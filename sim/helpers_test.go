package sim

import (
	"os"
	"path/filepath"
	"strings"
	"testing"

	"forereach/zones"
)

// exampleCell loads the example cell configuration.
func exampleCell(t testing.TB) *zones.Config {
	t.Helper()
	cell, err := zones.Load(filepath.Join("..", "testdata", "pl3-palletiser.yaml"))
	if err != nil {
		t.Fatalf("example cell: %v", err)
	}
	return cell
}

// exampleCells are the example cells by name.
var exampleCells = map[string]string{
	"pl3-palletiser": "pl3-palletiser.yaml",
	"kitting-bench":  "kitting-bench-mm.yaml",
}

// loadFile loads one of the example scenarios in its example cell (the
// cell its cell field names; pl3-palletiser when it names none).
func loadFile(t testing.TB, name string) *Scenario {
	t.Helper()
	path := filepath.Join("..", "testdata", "scenarios", name)
	b, err := os.ReadFile(path)
	if err != nil {
		t.Fatal(err)
	}
	cellFile := exampleCells["pl3-palletiser"]
	for _, l := range strings.Split(string(b), "\n") {
		if name, ok := strings.CutPrefix(l, "cell: "); ok {
			if cellFile = exampleCells[strings.TrimSpace(name)]; cellFile == "" {
				t.Fatalf("%s: no example cell %q", path, name)
			}
		}
	}
	cell, err := zones.Load(filepath.Join("..", "testdata", cellFile))
	if err != nil {
		t.Fatalf("example cell: %v", err)
	}
	sc, err := Load(strings.NewReader(string(b)), path, cell)
	if err != nil {
		t.Fatalf("%v", err)
	}
	return sc
}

++++++++++

* [TO DO]: Tally the lines of the data that hold the string "loads". Answer with the number and nothing more.

* [EXERCISE ANSWER]: 2